* Exercise goal
Using the entries that follow, state how many lines contain the word "requirement". The response is that number and nothing more.

=======

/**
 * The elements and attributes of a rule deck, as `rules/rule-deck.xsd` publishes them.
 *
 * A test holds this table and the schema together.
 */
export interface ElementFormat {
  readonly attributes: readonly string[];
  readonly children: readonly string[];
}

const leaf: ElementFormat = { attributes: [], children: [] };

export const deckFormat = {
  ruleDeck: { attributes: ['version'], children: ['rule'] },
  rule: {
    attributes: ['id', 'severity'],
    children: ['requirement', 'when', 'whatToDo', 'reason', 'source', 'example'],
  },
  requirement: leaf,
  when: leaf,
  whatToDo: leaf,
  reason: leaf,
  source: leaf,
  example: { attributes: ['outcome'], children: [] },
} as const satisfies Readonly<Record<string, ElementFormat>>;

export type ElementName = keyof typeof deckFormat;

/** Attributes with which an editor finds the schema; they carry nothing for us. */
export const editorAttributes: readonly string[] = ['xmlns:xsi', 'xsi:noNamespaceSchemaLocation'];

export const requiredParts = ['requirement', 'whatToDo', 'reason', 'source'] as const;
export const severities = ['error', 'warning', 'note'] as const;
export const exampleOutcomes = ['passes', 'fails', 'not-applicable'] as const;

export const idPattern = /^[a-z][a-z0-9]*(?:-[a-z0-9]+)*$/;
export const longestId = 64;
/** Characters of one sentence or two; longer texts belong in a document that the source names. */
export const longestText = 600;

=======

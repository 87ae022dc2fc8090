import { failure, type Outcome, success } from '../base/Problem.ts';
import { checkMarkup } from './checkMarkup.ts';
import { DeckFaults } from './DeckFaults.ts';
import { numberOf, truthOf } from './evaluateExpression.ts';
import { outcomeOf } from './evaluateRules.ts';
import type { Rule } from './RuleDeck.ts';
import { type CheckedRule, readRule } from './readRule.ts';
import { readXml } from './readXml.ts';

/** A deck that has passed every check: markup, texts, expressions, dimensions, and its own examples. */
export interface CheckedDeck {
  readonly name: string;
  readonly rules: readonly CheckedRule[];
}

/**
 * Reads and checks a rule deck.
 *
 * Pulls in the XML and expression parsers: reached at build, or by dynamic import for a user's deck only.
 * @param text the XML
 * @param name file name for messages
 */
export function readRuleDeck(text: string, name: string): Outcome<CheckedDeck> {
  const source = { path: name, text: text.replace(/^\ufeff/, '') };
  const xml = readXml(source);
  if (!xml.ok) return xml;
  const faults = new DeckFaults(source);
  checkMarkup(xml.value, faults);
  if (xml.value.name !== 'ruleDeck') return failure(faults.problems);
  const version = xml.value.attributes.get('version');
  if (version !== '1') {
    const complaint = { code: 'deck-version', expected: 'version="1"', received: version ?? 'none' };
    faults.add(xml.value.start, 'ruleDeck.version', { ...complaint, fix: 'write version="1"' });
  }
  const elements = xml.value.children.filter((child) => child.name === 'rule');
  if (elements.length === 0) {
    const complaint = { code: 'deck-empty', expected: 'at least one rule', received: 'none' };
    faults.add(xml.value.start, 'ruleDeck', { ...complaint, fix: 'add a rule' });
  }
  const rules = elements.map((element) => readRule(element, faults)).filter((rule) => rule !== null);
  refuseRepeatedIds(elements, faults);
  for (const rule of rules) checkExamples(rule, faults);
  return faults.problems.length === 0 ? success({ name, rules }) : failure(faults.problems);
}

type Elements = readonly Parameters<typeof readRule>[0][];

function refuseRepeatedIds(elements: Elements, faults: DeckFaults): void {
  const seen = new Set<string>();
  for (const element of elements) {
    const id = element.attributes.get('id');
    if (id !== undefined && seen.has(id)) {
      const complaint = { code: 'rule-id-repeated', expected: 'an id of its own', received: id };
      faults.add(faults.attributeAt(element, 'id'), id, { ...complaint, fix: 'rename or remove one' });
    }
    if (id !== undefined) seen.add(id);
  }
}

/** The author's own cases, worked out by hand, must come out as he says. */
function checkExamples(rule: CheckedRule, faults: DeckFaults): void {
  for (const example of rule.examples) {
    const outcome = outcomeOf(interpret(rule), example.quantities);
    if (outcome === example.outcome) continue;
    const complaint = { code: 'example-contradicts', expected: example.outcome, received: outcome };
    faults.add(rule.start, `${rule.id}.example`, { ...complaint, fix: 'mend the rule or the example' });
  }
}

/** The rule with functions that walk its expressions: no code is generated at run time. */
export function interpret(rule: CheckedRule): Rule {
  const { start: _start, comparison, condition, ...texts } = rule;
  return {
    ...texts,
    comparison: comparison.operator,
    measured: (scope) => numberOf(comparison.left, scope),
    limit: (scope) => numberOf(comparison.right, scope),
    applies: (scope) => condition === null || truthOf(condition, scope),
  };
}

=======

* Exercise solution
3